Saved data entries:

↓

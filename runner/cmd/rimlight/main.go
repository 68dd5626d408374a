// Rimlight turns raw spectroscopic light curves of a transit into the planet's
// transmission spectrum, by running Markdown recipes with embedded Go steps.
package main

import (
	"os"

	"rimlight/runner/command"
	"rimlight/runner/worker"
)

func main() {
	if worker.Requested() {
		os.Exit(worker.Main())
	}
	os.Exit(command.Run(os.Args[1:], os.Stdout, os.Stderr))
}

↑

* WHAT THE TASK REQUIRES
Including any blank lines, repeat the data exactly.

* TASK RESULT
filename runner/cmd/rimlight/main.go
repository 68dd5626d408374a
// Rimlight turns raw spectroscopic light curves of a transit into the planet's
// transmission spectrum, by running Markdown recipes with embedded Go steps.
package main

import (
	"os"

	"rimlight/runner/command"
	"rimlight/runner/worker"
)

func main() {
	if worker.Requested() {
		os.Exit(worker.Main())
	}
	os.Exit(command.Run(os.Args[1:], os.Stdout, os.Stderr))
}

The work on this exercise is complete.